Hence, the development of adaptive speed control, which automatically adjusts speed and even brakes depending on what the traffic in front is doing. My last vehicle didn't have it, my current one does. <happy sigh>


----------



## mhammer (Nov 30, 2007)

boyscout said:


> I long ago lost the passion I used to have for great cars but I'm still offended by this. When I get my Bugatti Veyron (in my next life) I'll take you for a ride and you'll understand.


Beautiful cars that handle well and provide comfort are one thing. But if the distinctive feature of the vehicle is its acceleration and speed capacity, and daily life presents no opportunity to avail yourself of that, it becomes a bit like having a gorgeous seductive mate/partner who insists on separate beds and no touching allowed. On the other hand, if one _does_ have the wherewithall to use what the vehicle can do, more power to them.



> Hence, the development of adaptive speed control, which automatically adjusts speed and even brakes depending on what the traffic in front is doing. My last vehicle didn't have it, my current one does. <happy sigh>


That's an interesting feature. Tell me more. What does it do should someone decide to suddenly cut in front? What sorts of practical limitations does it have?

Incidentally, having driven from one coast to the other of this great land, I am well aware that there are many places where the context permits different sorts of driving options. For me, 95% of my driving entails traffic lights, congestion, and stop signs. So, many features that would understandably appeal to folks in other contexts have no utility for me whatsoever. I don't denigrate them. I just have no use for them.


----------



## TB2019 (Mar 14, 2019)

boyscout said:


> I long ago lost the passion I used to have for great cars but I'm still offended by this. When I get my Bugatti Veyron (in my next life) I'll take you for a ride and you'll understand.
> 
> 
> 
> Hence, the development of adaptive speed control, which automatically adjusts speed and even brakes depending on what the traffic in front is doing. My last vehicle didn't have it, my current one does. <happy sigh>


A feature I detest. If it's defeatable, ok. Otherwise every time you get behind somebody in the left lane whom you intend to pass, your car takes control away and backs off so the message to the other driver is that you're content to sit behind him (does not signal your intent to pass).

If you're using cruse in bumper to bumper traffic maybe it's nice. For me, it sucks hard.


----------



## oldjoat (Apr 4, 2019)

mhammer said:


> I don't denigrate them. I just have no use for them


spoken like a true diplomat ... none can find fault with it. 
but something about the "sound / vibration / tone / feel " hmmm beginning to sound familiar? 

the newer cars only warn about the car cutting in ... we aren't at 5th gen autonomous yet... so keep your eyes open.
when they do come , I'll gladly hang up my keys for good ... besides, road rash takes a lot longer to heal at my age.


----------



## boyscout (Feb 14, 2009)

mhammer said:


> That's an interesting feature.

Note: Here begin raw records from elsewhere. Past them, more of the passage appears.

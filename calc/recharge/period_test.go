package recharge

import (
	"fmt"
	"math"
	"testing"

	"floatrail/calc/internal/numeric"
)

// The map is increasing with the analytic derivative of a central difference, and has slope 1 at most at the fixed point.
func TestMapIncreasesWithItsDerivative(t *testing.T) {
	for _, r := range readReference(t) {
		p := r.period()
		if r.Element.Slope > 0 && r.Element.Slope < 1e-4 {
			continue // a central difference cannot resolve tens of µV
		}
		last := math.Inf(-1)
		for v := 0.05; v < 20; v += 0.37 {
			const h = 1e-5
			at, d := p.Map(v)
			if at < last-1e-12 {
				t.Errorf("%s: falls at %g V", r.Name, v)
			}
			last = at
			up, dUp := p.Map(v + h)
			down, dDown := p.Map(v - h)
			// within the variation of the slope across the difference
			near(t, fmt.Sprintf("%s: slope at %g V", r.Name, v), d, (up-down)/(2*h), 1e-6+math.Abs(dUp-dDown))
			if r.RecoverySpec == 0 && !(d >= 0 && d <= 1) {
				t.Errorf("%s: slope %g at %g V", r.Name, d, v)
			}
		}
		if s := p.SteadyState(); !s.Collapses {
			if _, d := p.Map(s.BeforeEdge); !(d < 1) {
				t.Errorf("%s: slope %g at the fixed point", r.Name, d)
			}
		}
	}
}

// Fixed point and charge balance: what the element carries, by quadrature of its current along the exact law, is what
// edges and loads draw.
func TestSteadyStateBalancesCharge(t *testing.T) {
	for _, r := range readReference(t) {
		p := r.period()
		s := p.SteadyState()
		if s.Collapses {
			continue
		}
		again, _ := p.Map(s.BeforeEdge)
		near(t, r.Name+": fixed point", again, s.BeforeEdge, 1e-10*s.Charge/p.Capacitance+1e-14*s.BeforeEdge)
		after := (p.Capacitance*s.BeforeEdge - p.Charge - s.Recovery) / (p.Capacitance + p.ChargePerVolt)
		near(t, r.Name+": edge", s.AfterEdge, after, 1e-13)
		carried, drawn, v := 0.0, p.Charge+p.ChargePerVolt*after+s.Recovery-p.Return, after
		for k, iv := range append([]Interval{p.On}, p.Off...) {
			i, volts := along(p.Element, v, iv, p.Capacitance)
			carried += i
			drawn += iv.Load*iv.Duration + iv.Conductance*volts
			v, _ = p.Element.Advance(v, iv, p.Capacitance)
			if k == 0 {
				v += p.Return / p.Capacitance
			}
		}
		near(t, r.Name+": charge carried", carried/s.Charge, 1, 1e-9)
		near(t, r.Name+": charge drawn", drawn/s.Charge, 1, 1e-9)
	}
}

// along integrates the element's current [C] and V_BS [V s] over an interval, in the logarithm of time.
func along(e Element, v0 float64, iv Interval, c float64) (charge, volts float64) {
	return numeric.Integrate(func(z float64) (float64, float64) {
		part := iv
		part.Duration *= math.Exp(-z)
		v, _ := e.Advance(v0, part, c)
		i := 0.0
		if iv.Conducts {
			i = e.Current(iv.Drive - v)
		}
		return i * part.Duration, v * part.Duration
	}, 0, 40, 1e-11)
}

// The count of periods is the march of the map.
func TestPeriodsUntil(t *testing.T) {
	p := Period{
		Element: fixedDrop(t, 1, 400), Capacitance: 1e-6, Charge: 70e-9,
		On: conducting(20e-6, 14-400), Off: []Interval{conducting(1e-6, 14)}, Start: 13, Lockout: 8.9,
	}
	s := p.SteadyState()
	if !s.Collapses || !math.IsNaN(s.Low) {
		t.Fatalf("%+v", s)
	}
	v, n := 13.0, 0
	for {
		n++
		if v-0.07 < 8.9 {
			break
		}
		v = 13 - (13-(v-0.07))*math.Exp(-1e-6/(400*1e-6))
	}
	if d := s.PeriodsToLockout - n; d < -1 || d > 1 { // the drop is fixed to 0.2 mV only
		t.Errorf("%d periods, exponential of R·C says %d", s.PeriodsToLockout, n)
	}
	if got := p.PeriodsUntil(13, 8.9, s.PeriodsToLockout-1); got != -1 {
		t.Errorf("within fewer periods: %d", got)
	}
	p.Element = fixedDrop(t, 1, 10)
	if s = p.SteadyState(); s.Collapses || s.PeriodsToLockout != 0 || p.PeriodsUntil(13, 8.9, 1e9) != -1 {
		t.Errorf("holds: %+v", s)
	}
	// a positive steady state below lockout is quoted, and counted
	p.Element = fixedDrop(t, 1, 150)
	if s = p.SteadyState(); s.Collapses || !(s.Low > 0 && s.Low < 8.9) || s.PeriodsToLockout < 2 {
		t.Errorf("below lockout: %+v", s)
	}
	// no recharge: the loads alone count
	p.Off = []Interval{{Duration: 1e-6, Drive: 14, Load: 1e-3}}
	if s = p.SteadyState(); !s.Collapses || s.PeriodsToLockout != int(math.Ceil((13-8.9)/0.071)) {
		t.Errorf("no recharge: %+v", s)
	}
}

// Recovery follows its formula for a common t_on, shrinks to the last interval when the others block, and never exceeds Q_spec.
func TestRecovery(t *testing.T) {
	const tau, off = 30e-9, 20e-9
	p := Period{
		Element: fixedDrop(t, 0.5, 5), Capacitance: 1e-6,
		Off:          []Interval{conducting(off, 14), conducting(off, 12), conducting(off, 12)},
		RecoverySpec: 15e-9, RecoveryTau: tau,
	}
	w := p.Element.law()
	q, _ := p.recovered(&w, 11)
	near(t, "one current throughout", q, tau*p.Element.Current(1)*(1-math.Exp(-3*off/tau)), 1e-20)
	p.Off[1].Drive = 11.2
	q, _ = p.recovered(&w, 11)
	near(t, "blocked before the last", q, tau*p.Element.Current(1)*(1-math.Exp(-off/tau)), 1e-20)
	p.Off[2].Drive = 10
	if q, _ = p.recovered(&w, 11); q != 0 {
		t.Errorf("blocked at the edge: %g", q)
	}
	p.Off[2].Drive, p.Off[1].Drive = 40, 40
	if q, _ = p.recovered(&w, 11); q != p.RecoverySpec {
		t.Errorf("not limited: %g", q)
	}
	p.Off[2].Drive, p.Off[1].Drive = 12.5, 12
	last := math.Inf(1)
	for v := 8.0; v < 13; v += 1e-3 {
		q, falls := p.recovered(&w, v)
		if q > last || falls < 0 {
			t.Fatalf("rises at %g V", v)
		}
		last = q
	}
}

// Worse inputs never raise the lowest V_BS.
func TestWorseInputsNeverHelp(t *testing.T) {
	for name, worsen := range map[string]func(*Period){
		"charge":      func(p *Period) { p.Charge *= 1.3 },
		"resistance":  func(p *Period) { p.Element.Resistance *= 1.5 },
		"drop":        func(p *Period) { p.Element.LogSaturation -= 0.1 / p.Element.Slope },
		"load":        func(p *Period) { p.On.Load *= 3 },
		"R_GS":        func(p *Period) { p.On.Conductance *= 3 },
		"on-time":     func(p *Period) { p.On.Duration *= 3 },
		"window":      func(p *Period) { p.Off[1].Duration *= 0.3 },
		"node":        func(p *Period) { p.Off[1].Drive -= 0.5 },
		"capacitance": func(p *Period) { p.Capacitance *= 0.5 },
		"recovery":    func(p *Period) { p.RecoverySpec, p.RecoveryTau = 2*p.RecoverySpec, 2*p.RecoveryTau },
	} {
		good := benchPeriod(t)
		worse := good
		worse.Off = append([]Interval(nil), good.Off...)
		worsen(&worse)
		if a, b := good.SteadyState(), worse.SteadyState(); !(b.Low < a.Low) {
			t.Errorf("%s: %g V, worsened %g V", name, a.Low, b.Low)
		}
	}
}

// FuzzSteadyState: any finite, plausible period is answered, without NaN in a converged answer, and consistently.
func FuzzSteadyState(f *testing.F) {
	f.Add(uint8(0), 0.04, 0.8, 2.2, 470e-9, 5e-6, 100e-9, 5e-6, -388.0, 12.0, 2.0, 2.5e-4, 1e-4, 60e-9, 4e-9, 1e-9, 10e-9)
	f.Add(uint8(1), 29e-6, 0.4, 10.0, 100e-9, 0.46e-6, 20e-9, 0.46e-6, -43.0, 5.25, 2.2, 0.0, 0.0, 6e-9, 0.0, 0.0, 0.0)
	f.Add(uint8(2), 0.0, 0.0, 22.0, 1e-6, 20e-6, 0.0, 1e-6, -400.0, 15.0, 0.0, 1e-3, 0.0, 70e-9, 0.0, 0.0, 0.0)
	f.Add(uint8(1), 0.05, 0.9, 0.0, 1e-9, 10.0, 1e-9, 100.0, 3.0, 12.0, 0.7, 1e-6, 1e-3, 0.0, 0.0, 0.0, 1e-9)
	f.Add(uint8(1), 0.05, 0.9, 400.0, 1e-3, 1e-9, 1e-9, 1e-9, 11.0, -3.0, 0.7, 0.0, 1e-6, 1e-6, 1e-8, 1e-9, 1e-7)
	f.Fuzz(func(t *testing.T, kind uint8, slope, drop, r, c, on, dead, low, blocked, drive, dip, load, g, q, perVolt, back, recovery float64) {
		for _, x := range []*float64{&slope, &drop, &r, &c, &on, &dead, &low, &blocked, &drive, &dip, &load, &g, &q, &perVolt, &back, &recovery} {
			if math.IsNaN(*x) || math.IsInf(*x, 0) {
				*x = 1
			}
		}
		within := func(x, a, b float64) float64 { return math.Min(math.Max(math.Abs(x), a), b) }
		slope, drop, r = within(slope, 0, 0.1), within(drop, 0, 2), within(r, 0, 1e3)
		e := Element{Junction: linked(math.Max(slope, 1e-5), drop), Resistance: r, Switch: kind%3 == 2}
		if slope == 0 {
			e.Slope = 0
		}
		if e.Switch {
			e.Resistance = within(r, 1e-3, 1e3)
		}
		drive = math.Min(math.Max(drive, -30), 30)
		iv := Interval{Load: within(load, 0, 0.1), Conducts: true}
		part := func(duration, drive float64) Interval {
			out := iv
			out.Duration, out.Drive = duration, drive
			return out
		}
		dead, low = within(dead, 0, 1), within(low, 0, 100)
		p := Period{
			Element: e, Capacitance: within(c, 1e-9, 1e-3), On: part(within(on, 0, 100), math.Min(math.Max(blocked, -1200), 30)),
			Off:    []Interval{part(dead, drive+within(dip, 0, 10)), part(low, drive), part(dead, drive+within(dip, 0, 10))},
			Charge: within(q, 0, 1e-3), ChargePerVolt: within(perVolt, 0, 1e-4), RecoverySpec: within(recovery, 0, 1e-5), RecoveryTau: 2e-8,
			Start: 12, Lockout: 8,
		}
		p.On.Conducts = !e.Switch
		p.On.Conductance = within(g, 0, 0.1)
		p.Return = math.Min(within(back, 0, 1e-6), p.Charge)
		s := p.SteadyState()
		switch {
		case s.Collapses:
			if v, _ := p.Map(0); !(v <= 0) {
				t.Errorf("collapses, yet Map(0) = %g: %+v", v, p)
			}
		case s.Converged:
			for _, x := range []float64{s.Low, s.High, s.AfterEdge, s.BeforeEdge, s.Deficit, s.Recovery, s.Charge, s.TimeConducting} {
				if math.IsNaN(x) || math.IsInf(x, 0) {
					t.Fatalf("%+v\n%+v", s, p)
				}
			}
			if v, _ := p.Map(s.BeforeEdge); !(math.Abs(v-s.BeforeEdge) <= 1e-9*(1+s.High)) {
				t.Errorf("not a fixed point: %g -> %g\n%+v\n%+v", s.BeforeEdge, v, s, p)
			}
			if s.Low > s.BeforeEdge || s.High < s.BeforeEdge-1e-9*(1+s.High) || s.BeforeEdge < 0 {
				t.Errorf("order: %+v\n%+v", s, p)
			}
		default:
			t.Errorf("no answer: %+v\n%+v", s, p)
		}
	})
}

Tell me more. What does it do should someone decide to suddenly cut in front? What sorts of practical limitations does it have?


I expect that you're capable of telling yourself more, try Google.

Per your question about cutting-in, I'd guess not all implementations of the feature are done the same in all vehicles. Mine has a "buffer zone" (my own name for it) which auto-adjusts depending on vehicle speed. The vehicle also lets me choose one of four sizes for that buffer zone. So, if I choose the longest buffer zone and I'm traveling at highway speeds I'd guess I'm about eight vehicle-lengths behind the vehicle ahead. That space reduces automatically as speed reduces, or if I choose a shorter buffer zone.

So, if someone cuts into that space my vehicle slows itself, braking if necessary, until the buffer zone is restored.

Limitations? Again, not all vehicles likely the same. My only frustration with mine is that it will slow itself when a vehicle in front of me is making a turn - as of course it should - but is late to recognize that the vehicle in front has left my lane. Sometimes the turning vehicle is several feet off my lane when mine brakes quite violently to avoid hitting something that isn't in front of it anymore.


----------



## boyscout (Feb 14, 2009)

TB2019 said:


> A feature I detest. If it's defeatable, ok. Otherwise every time you get behind somebody in the left lane whom you intend to pass, your car takes control away and backs off so the message to the other driver is that you're content to sit behind him (does not signal your intent to pass). If you're using cruse in bumper to bumper traffic maybe it's nice. For me, it sucks hard.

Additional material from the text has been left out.